» **Action item**: Below are records; copy exactly the line containing "TETE(obstime=when, location=where))" and every line after it, through the last.

» **Records for this exercise**:

"""Plans built around time-critical visits, re-checked independently.

The demo's timed programme (catalogs-demo/timed.csv) on the demo night: the plan is
re-checked without the planner — visits in time order and apart; every exposure above the
minimum altitude and in nautical darkness on a one-minute grid of astropy altitudes (ICRS →
AltAz, no refraction: 2′ at 20°, so 0.1° of slack); the transit visit at ingress − 1 h ..
egress + 1 h with the event times from astropy's BJD_TDB (``Time.light_travel_time``) of
the visit's edges and T₀ + n·P; the fixed-time visit at its time; the JSON document valid
under the shipped schema and marking the timed visits.
"""

from __future__ import annotations

import json
from importlib import resources

import jsonschema
import numpy as np
import pytest

from skyplan.api.night import night
from skyplan.api.plan import plan
from skyplan.api.sites import site as get_site
from skyplan.api.targets import read_targets
from skyplan.engine import ephemeris
from skyplan.inputs import scenario
from skyplan.inputs.timeinput import iso_utc

ephemeris.configure_astropy_offline()
CORRIEMOOR = (2460740.07547, 3.218734, 2.74)  # T0 (BJD_TDB), P (d), D (h): timed.csv


@pytest.fixture(scope="module")
def made():
    site = get_site(None, demo=True)
    targets = read_targets(str(scenario.demo_path("timed.csv")))
    return site, targets, plan(targets, site, night(site, scenario.DEMO_DATE))


def _astropy(site):
    import astropy.units as u
    from astropy.coordinates import EarthLocation

    return EarthLocation.from_geodetic(site.lon_deg * u.deg, site.lat_deg * u.deg,
                                       site.elevation_m * u.m)


def test_visits_keep_order_and_limits(made):
    import astropy.units as u
    from astropy.coordinates import AltAz, SkyCoord, get_body
    from astropy.time import Time

    site, targets, p = made
    v = p.result.visits
    assert any(x.timed for x in v) and any(not x.timed for x in v)
    for k in range(len(v) - 1):
        assert v[k].end <= v[k + 1].start + 1e-6, (v[k].name, v[k + 1].name)
    where = _astropy(site)
    names = targets.names.tolist()
    for x in v:
        grid = np.arange(x.exposure_start + 30.0, x.end, 60.0)
        t = Time(grid, format="unix", scale="utc")
        frame = AltAz(obstime=t, location=where)
        i = names.index(x.name)
        alt = SkyCoord(targets.ra_deg[i] * u.deg, targets.dec_deg[i] * u.deg) \
            .transform_to(frame).alt.deg
        sun = get_body("sun", t, where).transform_to(frame).alt.deg
        assert np.all(alt >= 20.0 - 0.1), x.name  # the demo site's min_alt_deg
        assert np.all(1.0 / np.sin(np.radians(alt)) <= 2.5 * 1.01), x.name  # max_airmass
        assert np.all(sun <= -12.0 + 0.1), x.name  # dark = nautical


def test_transit_visit_at_its_time(made):
    import astropy.units as u
    from astropy.coordinates import SkyCoord
    from astropy.time import Time

    site, targets, p = made
    visit = [x for x in p.result.visits if x.name == "Corriemoor b"]
    assert len(visit) == 1 and visit[0].timed
    x = visit[0]
    t0, period, dur = CORRIEMOOR
    i = targets.names.tolist().index("Corriemoor b")
    t = Time([x.exposure_start + 3600.0, x.end - 3600.0], format="unix", scale="utc",
             location=_astropy(site))
    bjd = t.tdb + t.light_travel_time(SkyCoord(targets.ra_deg[i] * u.deg,
                                               targets.dec_deg[i] * u.deg), ephemeris="builtin")
    n = x.epoch_number
    expected = t0 + n * period + np.array([-1.0, 1.0]) * dur / 48.0
    assert np.max(np.abs((bjd.jd1 - expected) + bjd.jd2)) * 86400.0 < 0.5  # baselines whole


def test_fixed_time_visit_and_refusals(made):
    _, _, p = made
    relay = [x for x in p.result.visits if x.name == "Kestrel Relay"]
    assert len(relay) == 1 and relay[0].timed and relay[0].epoch_number is None
    assert iso_utc(relay[0].exposure_start) == "2026-12-19T02:30:00Z"
    assert relay[0].end - relay[0].exposure_start == 900.0
    quarry = [x for x in p.result.visits if x.name == "Quarry Lamp"][0]
    assert "2026-12-18T19:30:00Z" <= iso_utc(quarry.exposure_start)
    assert iso_utc(quarry.end) <= "2026-12-18T22:30:00Z"
    reasons = {p.result.windows.names[i]: code for i, code, _ in p.result.not_placed}
    assert reasons["Tollgate Vale"] == "timed_conflict"  # under Corriemoor b (priority 5)
    assert reasons["Feldspar Reach b"] == "timed_not_observable"  # after dawn


def test_json_marks_the_timed_visits(made):
    _, _, p = made
    doc = json.loads(json.dumps(p.to_document()))
    schema = json.loads((resources.files("skyplan") / "data" / "plan.schema.json").read_text())
    jsonschema.validate(doc, schema)
    assert doc["schema"] == "skyplan.plan/2.2"
    timed = {o["name"]: o for o in doc["observations"] if o.get("timed")}
    assert set(timed) == {"Corriemoor b", "Kestrel Relay", "Quarry Lamp", "Marrow Lantern"}
    assert timed["Marrow Lantern"]["epoch_number"] == 63  # the phase span over the night
    assert timed["Corriemoor b"]["epoch_number"] == 203
    assert all("timed" not in o for o in doc["observations"] if o["name"] not in timed)
    placed = {o["name"] for o in doc["observations"]}
    assert doc["metrics"]["placed"] == len(placed)


def test_replan_after_a_timed_visit_began(made):
    """From 21:50 UTC: Tollgate Vale's eclipse (ingress 21:13 UTC) has begun and is passed;
    Corriemoor b's transit (ingress 21:57 UTC) is still caught, its baseline before cut to
    the start; Quarry Lamp's window (to 22:30 UTC) is then taken; nothing overlaps."""
    import datetime as dt

    site, targets, whole = made
    start = dt.datetime(2026, 12, 18, 21, 50, tzinfo=dt.UTC).timestamp()
    p = plan(targets, site, night(site, scenario.DEMO_DATE),
             start=dt.datetime.fromtimestamp(start, dt.UTC))
    reasons = {p.result.windows.names[i]: code for i, code, _ in p.result.not_placed}
    assert reasons["Tollgate Vale"] == "passed"
    assert reasons["Quarry Lamp"] == "timed_conflict"
    was = [x for x in whole.result.visits if x.name == "Corriemoor b"][0]
    now = [x for x in p.result.visits if x.name == "Corriemoor b"][0]
    assert now.timed and now.end == was.end and now.epoch_number == 203
    assert start < now.exposure_start < was.exposure_start + 3600.0  # before ingress
    v = p.result.visits
    assert all(x.start >= start - 1e-6 for x in v)
    assert all(v[k].end <= v[k + 1].start + 1e-6 for k in range(len(v) - 1))


def test_timed_visits_on_a_german_mount_keep_the_pier_side_and_its_slews():
    """The demo's timed programme with a German mount (limits 20 and 30 min past the
    meridian, a 90 s flip): every visit, time-critical or not, lies within its pier side's
    hour-angle range by astropy's apparent sidereal time, and the time between two visits
    holds the setup and the slew on the mount's axes, plus the flip when the side changes
    (places from astropy; the two-axis model recomputed here)."""
    import dataclasses

    import astropy.units as u
    from astropy.coordinates import TETE, SkyCoord
    from astropy.time import Time

    from skyplan.inputs.site import Mount

    german = Mount("german-equatorial", past_meridian_east_min=20.0,
                   past_meridian_west_min=30.0, flip_time_s=90.0, slew_rate_deg_s=(3.0, 2.0),
                   settle_s=8.0)
    site = dataclasses.replace(get_site(None, demo=True), mount=german)
    targets = read_targets(str(scenario.demo_path("timed.csv")))
    made_here = plan(targets, site, night(site, scenario.DEMO_DATE), setup_s=60.0).result
    v = made_here.visits
    assert any(x.timed for x in v)
    # the transit of Corriemoor b spans the meridian (HA about -2 h to +2.4 h): not taken
    why = {targets.names[i]: (code, text) for i, code, text in made_here.not_placed}
    assert why["Corriemoor b"][0] == "timed_not_observable"
    assert "meridian flip" in why["Corriemoor b"][1]
    names = targets.names.tolist()
    where = _astropy(site)

    def place(i, t):
        when = Time(np.atleast_1d(t), format="unix", scale="utc")
        c = SkyCoord(targets.ra_deg[i] * u.deg, targets.dec_deg[i] * u.deg).transform_to(
            TETE(obstime=when, location=where))
        lst = when.sidereal_time("apparent", longitude=site.lon_deg * u.deg).deg
        ha = (lst - c.ra.deg + 180.0) % 360.0 - 180.0
        return ha / 15.0, c.dec.deg

    for x in v:
        i = names.index(x.name)
        h0, h1 = place(i, x.exposure_start)[0][0], place(i, x.end)[0][0]
        assert h1 > h0, x.name  # no crossing of 12 h
        if x.pier_side == "west":
            assert h1 <= 30.0 / 60.0 + 0.003, (x.name, h1)
        else:
            assert h0 >= -20.0 / 60.0 - 0.003, (x.name, h0)
    for p, q in zip(v, v[1:], strict=False):
        hp, dp = place(names.index(p.name), p.end)
        hq, dq = place(names.index(q.name), p.end)
        want = max(abs(hq[0] - hp[0]) * 15.0 / 3.0, abs(dq[0] - dp[0]) / 2.0) + 8.0 + 60.0
        if p.pier_side != q.pier_side:
            want += 90.0
        # the slew is reckoned at its start (no earlier than p.end); pointings move slowly
        assert q.exposure_start - p.end >= want - 1.0, (p.name, q.name)


def test_the_baseline_option_sets_the_out_of_event_time(made):
    """``baseline_min=10`` (``--baseline 10``): the transit visit runs from ingress − 10 min
    to egress + 10 min, ingress and egress from T0, P and the duration by plain arithmetic
    and astropy's light travel time, as in the test above."""
    import astropy.units as u
    from astropy.coordinates import SkyCoord
    from astropy.time import Time

    site, targets, _ = made
    p = plan(targets, site, night(site, scenario.DEMO_DATE), baseline_min=10.0)
    x = next(v for v in p.result.visits if v.name == "Corriemoor b")
    t0, period, dur = CORRIEMOOR
    i = targets.names.tolist().index("Corriemoor b")
    t = Time([x.exposure_start + 600.0, x.end - 600.0], format="unix", scale="utc",
             location=_astropy(site))
    bjd = t.tdb + t.light_travel_time(SkyCoord(targets.ra_deg[i] * u.deg,
                                               targets.dec_deg[i] * u.deg), ephemeris="builtin")
    expected = t0 + x.epoch_number * period + np.array([-1.0, 1.0]) * dur / 48.0
    assert np.max(np.abs((bjd.jd1 - expected) + bjd.jd2)) * 86400.0 < 0.5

» **Response**:
            TETE(obstime=when, location=where))
        lst = when.sidereal_time("apparent", longitude=site.lon_deg * u.deg).deg
        ha = (lst - c.ra.deg + 180.0) % 360.0 - 180.0
        return ha / 15.0, c.dec.deg

    for x in v:
        i = names.index(x.name)
        h0, h1 = place(i, x.exposure_start)[0][0], place(i, x.end)[0][0]
        assert h1 > h0, x.name  # no crossing of 12 h
        if x.pier_side == "west":
            assert h1 <= 30.0 / 60.0 + 0.003, (x.name, h1)
        else:
            assert h0 >= -20.0 / 60.0 - 0.003, (x.name, h0)
    for p, q in zip(v, v[1:], strict=False):
        hp, dp = place(names.index(p.name), p.end)
        hq, dq = place(names.index(q.name), p.end)
        want = max(abs(hq[0] - hp[0]) * 15.0 / 3.0, abs(dq[0] - dp[0]) / 2.0) + 8.0 + 60.0
        if p.pier_side != q.pier_side:
            want += 90.0
        # the slew is reckoned at its start (no earlier than p.end); pointings move slowly
        assert q.exposure_start - p.end >= want - 1.0, (p.name, q.name)


def test_the_baseline_option_sets_the_out_of_event_time(made):
    """``baseline_min=10`` (``--baseline 10``): the transit visit runs from ingress − 10 min
    to egress + 10 min, ingress and egress from T0, P and the duration by plain arithmetic
    and astropy's light travel time, as in the test above."""
    import astropy.units as u
    from astropy.coordinates import SkyCoord
    from astropy.time import Time

    site, targets, _ = made
    p = plan(targets, site, night(site, scenario.DEMO_DATE), baseline_min=10.0)
    x = next(v for v in p.result.visits if v.name == "Corriemoor b")
    t0, period, dur = CORRIEMOOR
    i = targets.names.tolist().index("Corriemoor b")
    t = Time([x.exposure_start + 600.0, x.end - 600.0], format="unix", scale="utc",
             location=_astropy(site))
    bjd = t.tdb + t.light_travel_time(SkyCoord(targets.ra_deg[i] * u.deg,
                                               targets.dec_deg[i] * u.deg), ephemeris="builtin")
    expected = t0 + x.epoch_number * period + np.array([-1.0, 1.0]) * dur / 48.0
    assert np.max(np.abs((bjd.jd1 - expected) + bjd.jd2)) * 86400.0 < 0.5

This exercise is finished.